## What you need to do
If a line in the data below contains "replace", copy it.

## Supplied data

......

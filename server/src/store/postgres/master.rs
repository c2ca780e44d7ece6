//! Sites and master data over PostgreSQL: sites, zones, bins, items, packs and the demo
//! shelf. A batch of master data is written in its site's write transaction, all or
//! nothing, with its audit event.

use super::accounts::insert_audit;
use super::tx::PgTx;
use super::{PgStore, is_unique_violation, narrow, row_one, row_opt, rows};
use crate::accounts::audit::AuditEvent;
use crate::batch::RowError;
use crate::master::codes::{BinCode, Sku, ZoneCode};
use crate::master::read::{
    BinQuery, BinRow, ClassFilter, ItemQuery, ItemRow, LotQuery, LotRow, PackQuery, PackRow,
    SkuPackRow, ZoneQuery, ZoneRow,
};
use crate::master::{
    Bin, NewBin, NewItem, NewPack, NewSite, Side, Site, SiteCode, SiteCounts, SiteId,
};
use crate::planning::phone::{ItemBrief, PackBrief};
use crate::store::{Progress, ShelfRow, StoreError, WriteScope};
use crate::time::Timestamp;
use crate::time::day::SiteZone;
use std::collections::HashMap;
use tokio_postgres::Row;

const SITE_COLUMNS: &str = "select id, code, name, time_zone from site";

fn to_site(r: &Row) -> Result<Site, StoreError> {
    let code: String = r.get(1);
    let code =
        SiteCode::parse(&code).map_err(|e| anyhow::anyhow!("stored site code is invalid: {e}"))?;
    Ok(Site {
        id: SiteId(r.get(0)),
        code,
        name: r.get(2),
        time_zone: stored_zone(r.get(3)),
    })
}

/// Reads a stored zone name; a name the tz database does not know keeps UTC days (see the
/// SQLite store's `stored_zone`).
pub(super) fn stored_zone(name: &str) -> SiteZone {
    SiteZone::parse(name).unwrap_or(SiteZone::UTC)
}

/// Reads a site's zone inside a write (UTC for a stored name the tz database does not know).
pub fn site_zone(tx: &PgTx<'_>, site: SiteId) -> Result<SiteZone, StoreError> {
    let r = tx.query_one("select time_zone from site where id = $1", &[&site.0])?;
    Ok(stored_zone(r.get(0)))
}
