@dataclass(frozen=True)
class Level:
    """A level typed as a fraction of a step (``0.7``, ``70%``) or a voltage (``2.3V``)."""

    value: float
    volts: bool

    def text(self) -> str:
        return format_si(self.value, "V", 4) if self.volts else f"{self.value:.6g}"


def parse_level(text: str, *, signed_volts: bool = False) -> Level:
    """``'0.7'`` or ``'70%'`` → a fraction; ``'2.3V'`` → volts (a negative voltage only when ``signed_volts``)."""
    stripped = text.strip()
    if stripped[-1:] in ("V", "v"):
        return Level(parse_quantity(stripped, "voltage", positive=not signed_volts), True)
    try:
        fraction = (
            parse_percent(stripped) if stripped.endswith("%") else float(_plain_number(stripped, "a level", "0.7"))
        )
    except BadValue:
        raise BadValue(
            f"cannot read {text!r}; expected a fraction (0.7), a percent (70%) or a voltage (2.3V)", value=text
        ) from None
    return Level(fraction, False)


def _sig_digits(value: float, digits: int) -> tuple[str, int]:
    """Significant digits of ``|value|`` rounded to ``digits`` figures, and its decade exponent."""
    mantissa, exponent = f"{abs(value):.{digits - 1}e}".split("e")
    return mantissa.replace(".", ""), int(exponent)


def _place_point(figures: str, shift: int) -> tuple[str, str]:
    """Integer and fraction text of ``d.ddd × 10**shift`` written from ``figures``."""
    if shift < 0:
        return "", "0" * (-shift - 1) + figures
    figures = figures.ljust(shift + 1, "0")
    return figures[: shift + 1], figures[shift + 1 :]


def format_si(value: float, unit: str, digits: int = 3, *, trim: bool = False) -> str:
    """Write a value in engineering notation: ``4.70 ms``, ``159 Hz``, ``4.7 kΩ``.

    Parameters
    ----------
    value : float
        SI value.
    unit : str
        Unit symbol to append (``"s"``, ``"Ω"``, ...), may be empty.
    digits : int
        Significant figures.
    trim : bool
        Drop trailing zeros (for part values: ``4.7 kΩ`` rather than ``4.70 kΩ``).
    """
    if value == 0 or not math.isfinite(value):
        return f"{value:g} {unit}".strip()
    figures, exponent = _sig_digits(value, digits)
    if not -18 <= exponent < 18:  # beyond the prefixes: plain scientific notation, never a long string
        return f"{value:.{digits - 1}e} {unit}".strip()
    group = max(min(3 * math.floor(exponent / 3), 15), -18)
    whole, frac = _place_point(figures, exponent - group)
    if trim:
        frac = frac.rstrip("0")
    text = f"{whole or '0'}.{frac}" if frac else whole
    sign = "-" if value < 0 else ""
    return f"{sign}{text} {_SI_OUT[group]}{unit}".rstrip()


def format_rkm(value: float, kind: str, digits: int = 4) -> str:
    """Write a part value in the IEC 60062 RKM code: ``4K7``, ``R47``, ``470R``, ``100n``, ``2u2``.

    Parameters
    ----------
    value : float
        Resistance in ohm or capacitance in farad (> 0).
    kind : str
        ``resistance`` or ``capacitance``.
    digits : int
        Most significant figures kept (trailing zeros are dropped).
    """
    letters = _RKM_OUT[kind]
    figures, exponent = _sig_digits(value, digits)
    figures = figures.rstrip("0") or "0"
    lowest, highest = min(letters), max(letters)
    group = max(min(3 * math.floor(exponent / 3), highest), lowest)
    if kind == "resistance" and group == -3 and exponent == -1:
        group = 0  # 0.47 Ω reads R47, the usual form, rather than 470L
    whole, frac = _place_point(figures, exponent - group)
    if len(whole) > 4 or len(frac) > 6:  # beyond the letters' range: SI notation keeps it short
        return format_si(value, UNITS[kind][0], digits, trim=True).replace(" ", "")
    return f"{whole}{letters[group]}{frac.rstrip('0')}"


def format_ppm(coefficient: float) -> float:
    """A coefficient (1/°C) as the decimal ppm/°C an engineer writes: 1e-4 → 100.0, not 99.99999999999999."""
    return float(f"{coefficient * 1e6:.12g}")


def format_percent(fraction: float, decimals: int = 1, *, signed: bool = False) -> str:
    """A fraction as percent text, ``'90.6 %'`` (``'+1.2 %'`` when signed), never ``-0.0``."""
    text = f"{fraction * 100:+.{decimals}f}" if signed else f"{fraction * 100:.{decimals}f}"
    if float(text) == 0:
        text = text.replace("-", "+" if signed else "")
    return f"{text} %"


def _split_range(text: str) -> list[str]:
    """``'a:b'`` → ['a', 'b']; ``'a'`` → ['a']."""
    return [part.strip() for part in text.split(":")] if ":" in text else [text.strip()]


def parse_band(text: str) -> tuple[float, float]:
    """A relative band: ``'5%'`` → (-0.05, 0.05); ``'-20%:+80%'`` → (-0.2, 0.8). Bare numbers are percent."""
    parts = _split_range(text)
    if len(parts) == 1:
        half = parse_percent(parts[0])
        return -abs(half), abs(half)
    if len(parts) != 2:
        raise BadValue(f"cannot read {text!r}; expected 5% or a range such as -20%:+80%", value=text)
    low, high = (parse_percent(p) for p in parts)
    return low, high


def parse_ppm_band(text: str) -> tuple[float, float]:
    """A coefficient bound: ``'30ppm'`` → ±30e-6 /°C; ``'-870ppm:-630ppm'`` → (-870e-6, -630e-6)."""
    parts = _split_range(text)
    if len(parts) == 1:
        half = abs(parse_ppm(parts[0]))
        return -half, half
    if len(parts) != 2:
        raise BadValue(f"cannot read {text!r}; expected 100ppm or a range such as -870ppm:-630ppm", value=text)
    low, high = (parse_ppm(p) for p in parts)
    if low > high:
        raise BadValue(f"range {text!r} runs backwards; write the lower coefficient first", value=text)
    return low, high


def parse_temperature_range(text: str) -> tuple[float, float]:
    """``'0:70'``, ``'-40:85'``, ``'25'`` (°C, an optional ``°C``/``C`` suffix) → (min, max) in °C."""
    parts = _split_range(text)
    values = []
    for part in parts:
        body = re.sub(r"\s*(°C|C|degC)$", "", part)
        _refuse_foreign_digits(body)
        if not re.fullmatch(_NUMBER, body or "x", re.ASCII):
            raise BadValue(
                f"cannot read {text!r}; expected MIN:MAX in °C such as 0:70 or -40:85, or one temperature", value=text
            )
        values.append(float(Decimal(body)))
    if len(values) == 1:
        values.append(values[0])
    if len(values) != 2:
        raise BadValue(f"cannot read {text!r}; expected MIN:MAX in °C such as -40:85", value=text)
    return check_temperature_range(values[0], values[1], text)


def check_temperature_range(low: float, high: float, raw: object) -> tuple[float, float]:
    """A checked (min, max) in °C: finite, ordered, from absolute zero to 1000 °C."""
    if not (math.isfinite(low) and math.isfinite(high)):
        raise BadValue(f"{raw!r} is not a finite temperature range", value=raw)
    if low > high:
        raise BadValue(f"minimum {low:g} °C is above maximum {high:g} °C", value=raw)
    if low < TEMPERATURE_LIMITS[0]:
        raise BadValue(f"{low:g} °C is below absolute zero (−273.15 °C)", value=raw)
    if high > TEMPERATURE_LIMITS[1]:
        raise BadValue(f"{high:g} °C is beyond the {TEMPERATURE_LIMITS[1]:g} °C rcpick models", value=raw)
    return float(low), float(high)


_JOINERS = {"+": "series", "//": "parallel", "||": "parallel", "∥": "parallel"}


def parse_arrangement(text: str, kind: str) -> tuple[str, list[float]]:
    """One part or a wired pair: ``4k7`` → ('single', [4700]); ``4k7+330`` → ('series', …);
    ``10k//10k``, ``10k||10k``, ``10k∥10k`` → ('parallel', …)."""
    found = [(j, name) for j, name in _JOINERS.items() if j in text]
    if not found:
        return "single", [parse_quantity(text, kind)]
    joiner, name = found[0]
    pieces = text.split(joiner)
    if len(found) > 1 or len(pieces) != 2:
        raise BadValue(
            f"cannot read {text!r}; give one part (4k7) or two wired in series (4k7+330) or parallel (10k//10k)",
            value=text,
        )
    return name, [parse_quantity(p, kind) for p in pieces]
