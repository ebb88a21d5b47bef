import {
  allowedTransitions,
  checkDetailEdit,
  checkTransition,
  isOverdue,
  isPastDueDate,
  type FindingActor,
  type FindingState,
} from '../../shared/domain/finding-workflow';
import type { Role } from '../../shared/schemas/auth';
import type { FindingStatus } from '../../shared/schemas/findings';

const OWNER = 'owner-id';
const at = (status: FindingStatus, severity: FindingState['severity'] = 'major'): FindingState => ({ status, severity, ownerId: OWNER, createdBy: 'creator-id' });
const actor = (role: Role, id = 'someone'): FindingActor => ({ id, role });

// The product's own rules: PRODUCT.md section 3C and issue 4 (no outside source).
describe('transitions', () => {
  it.each([
    ['open', 'in-work', actor('technician', OWNER), true],
    ['open', 'in-work', actor('technician'), false],
    ['in-work', 'fixed', actor('driver', OWNER), true],
    ['in-work', 'fixed', actor('engineer'), true],
    ['fixed', 'verified', actor('lead'), true],
    ['fixed', 'verified', actor('technician', OWNER), false],
    ['open', 'rejected', actor('engineer'), true],
    ['open', 'rejected', actor('coordinator', OWNER), false],
    ['verified', 'open', actor('driver'), true],
    ['rejected', 'open', actor('technician'), true],
  ] as const)('when a finding is %s and goes to %s by %o, then allowed is %s', (from, to, who, ok) => {
    expect(checkTransition(at(from), to, who).ok).toBe(ok);
  });

  it.each([
    ['open', 'verified'],
    ['in-work', 'verified'],
    ['verified', 'fixed'],
    ['rejected', 'in-work'],
    ['verified', 'rejected'],
  ] as const)('when a finding is %s, then it cannot go to %s for anyone (400 naming status)', (from, to) => {
    expect(checkTransition(at(from), to, actor('lead'))).toMatchObject({ ok: false, status: 400, field: 'status' });
  });

  it.each([
    ['open', 'rejected', true],
    ['fixed', 'open', true],
    ['verified', 'open', true],
    ['in-work', 'open', false],
    ['fixed', 'verified', false],
  ] as const)('when a finding goes from %s to %s, then a reason is required: %s', (from, to, required) => {
    expect(checkTransition(at(from), to, actor('engineer'))).toEqual({ ok: true, reasonRequired: required });
  });

  it('when the buttons are computed, then each role sees only the moves it may make', () => {
    expect(allowedTransitions(at('fixed'), actor('technician', OWNER))).toEqual(['in-work', 'open']);
    expect(allowedTransitions(at('fixed'), actor('engineer'))).toEqual(['in-work', 'verified', 'rejected', 'open']);
    expect(allowedTransitions(at('open'), actor('driver'))).toEqual([]);
  });

  it('when a finding has no owner, then nobody counts as its owner', () => {
    expect(checkTransition({ ...at('open'), ownerId: null }, 'in-work', { id: '', role: 'technician' }).ok).toBe(false);
  });
});

describe('detail edits', () => {
  const none = { fields: [], watchersAdded: [], watchersRemoved: [] };
  it('when a technician lowers a safety finding, then 403; an engineer may', () => {
    expect(checkDetailEdit(at('open', 'safety'), { ...none, fields: ['severity'], severity: 'minor' }, actor('technician', OWNER))).toMatchObject({ ok: false, status: 403 });
    expect(checkDetailEdit(at('open', 'safety'), { ...none, fields: ['severity'], severity: 'minor' }, actor('engineer')).ok).toBe(true);
  });
  it('when a member who is not creator or owner watches or unwatches, then only themselves', () => {
    expect(checkDetailEdit(at('open'), { ...none, watchersAdded: ['me'] }, actor('driver', 'me')).ok).toBe(true);
    expect(checkDetailEdit(at('open'), { ...none, watchersRemoved: ['you'] }, actor('driver', 'me')).ok).toBe(false);
    expect(checkDetailEdit(at('open'), { ...none, fields: ['title'] }, actor('driver', 'me')).ok).toBe(false);
    expect(checkDetailEdit(at('open'), { ...none, fields: ['title'] }, actor('driver', 'creator-id')).ok).toBe(true);
  });
});

describe('dates', () => {
  // UTC-12 is the westernmost offset in use (the IANA tz database's Etc/GMT+12, from memory):
  // a date is "in the past" only once it is yesterday there.
  it.each([
    ['2026-12-02T05:00:00Z', '2026-12-01', false],
    ['2026-12-02T05:00:00Z', '2026-11-30', true],
    ['2026-12-02T13:00:00Z', '2026-12-01', true],
    ['2026-12-02T13:00:00Z', '2026-12-02', false],
  ])('when it is %s, then %s is in the past: %s', (now, date, past) => {
    expect(isPastDueDate(date, new Date(now))).toBe(past);
  });

  it.each([
    ['2026-12-01', 'open', true],
    ['2026-12-01', 'fixed', true],
    ['2026-12-01', 'verified', false],
    ['2026-12-01', 'rejected', false],
    ['2026-12-02', 'open', false],
    [null, 'open', false],
  ] as const)('when due %s and %s on 2026-12-02 (UTC), then overdue is %s', (dueDate, status, overdue) => {
    expect(isOverdue({ dueDate, status }, new Date('2026-12-02T10:00:00Z'))).toBe(overdue);
  });
});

......

## Answer below
    return mantissa.replace(".", ""), int(exponent)
        return format_si(value, UNITS[kind][0], digits, trim=True).replace(" ", "")
        text = text.replace("-", "+" if signed else "")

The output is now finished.